I dropped his hand like it was a hot coal. He looked floored for a minute but recovered and started to speak, but I interrupted him. "What was that?"

"What was what?" he said. "Shite, can't you take a compliment?"

"Don't say it if you don't mean it."

"What does that mean?" he demanded. "Birds. Never direct with a lad."

"Don't talk to me about never being direct," I said, making a face and narrowing my eyes. "First you kiss me and then don't tell me why and don't explain and then you tell me I look beautiful, but how can the first thing mean anything to the second when—"

"It's bloody early to be yelling this loudly, Johnny," came a male voice from behind me, speaking in an accent not unlike John's. I jumped—he must have come out of the entrance of the Kaiserkeller behind me. Turning around, I almost screamed when I saw a young George Harrison, wearing nothing but a pair of boxers and a t shirt and carrying a cigarette, parts of his hair matted and parts standing up in an impressive cowlick. A tired look on his face, his skinny, pale face, but a smirk made its way to his lips as he took in John standing next to me, about to say something. George's eyebrows knitted as he asked, "Who's this bird? Paul says ye went off with a Mia, or a Sofia, or something." His eyes traveled to my shoes. "Ah, I bet she's a Mia."
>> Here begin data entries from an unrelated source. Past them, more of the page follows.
"""Helpers shared by the sub-commands: unit options, rich output, the caution line."""

from __future__ import annotations

import json
import sys
from typing import TYPE_CHECKING

from curvetui import CAUTION

if TYPE_CHECKING:
    from rich.console import Console


def add_units_option(parser) -> None:
    parser.add_argument(
        "--units",
        choices=("metric", "us"),
        default="metric",
        help="metric (km/h, m) or us customary (mph, ft); default metric",
    )


def console() -> Console:
    from rich.console import Console  # here, not at the top: `--json` output needs no Rich

    return Console(highlight=False)


def print_json(obj) -> None:
    json.dump(obj, sys.stdout, indent=2, allow_nan=False)
    sys.stdout.write("\n")


def print_caution(out: Console) -> None:
    out.print(f"[bold yellow]{CAUTION}[/]")


def printable(text: str) -> str:
    """``text`` with control characters (escape sequences, line ends) shown as Python escapes,
    for one-line messages written straight to the terminal."""
    return "".join(c if c.isprintable() else repr(c)[1:-1] for c in text)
I was still standing with my mouth hanging open, unable to say anything, just standing there and drinking in George Harrison, seventeen years old. "Does she talk?" he said flippantly, lighting the cig, cupping a thin hand around the flame and sticking the lighter back in the waistband of his boxer shorts.

"Well, she did when I last checked," John said.

"Gz—George—" I barely managed.

"Ah, the loon knows my name." He rolled his eyes and took a drag of his cig. "Johnny, by the way, those damn prellies won't let me sleep. That's why I'm up so bloody early."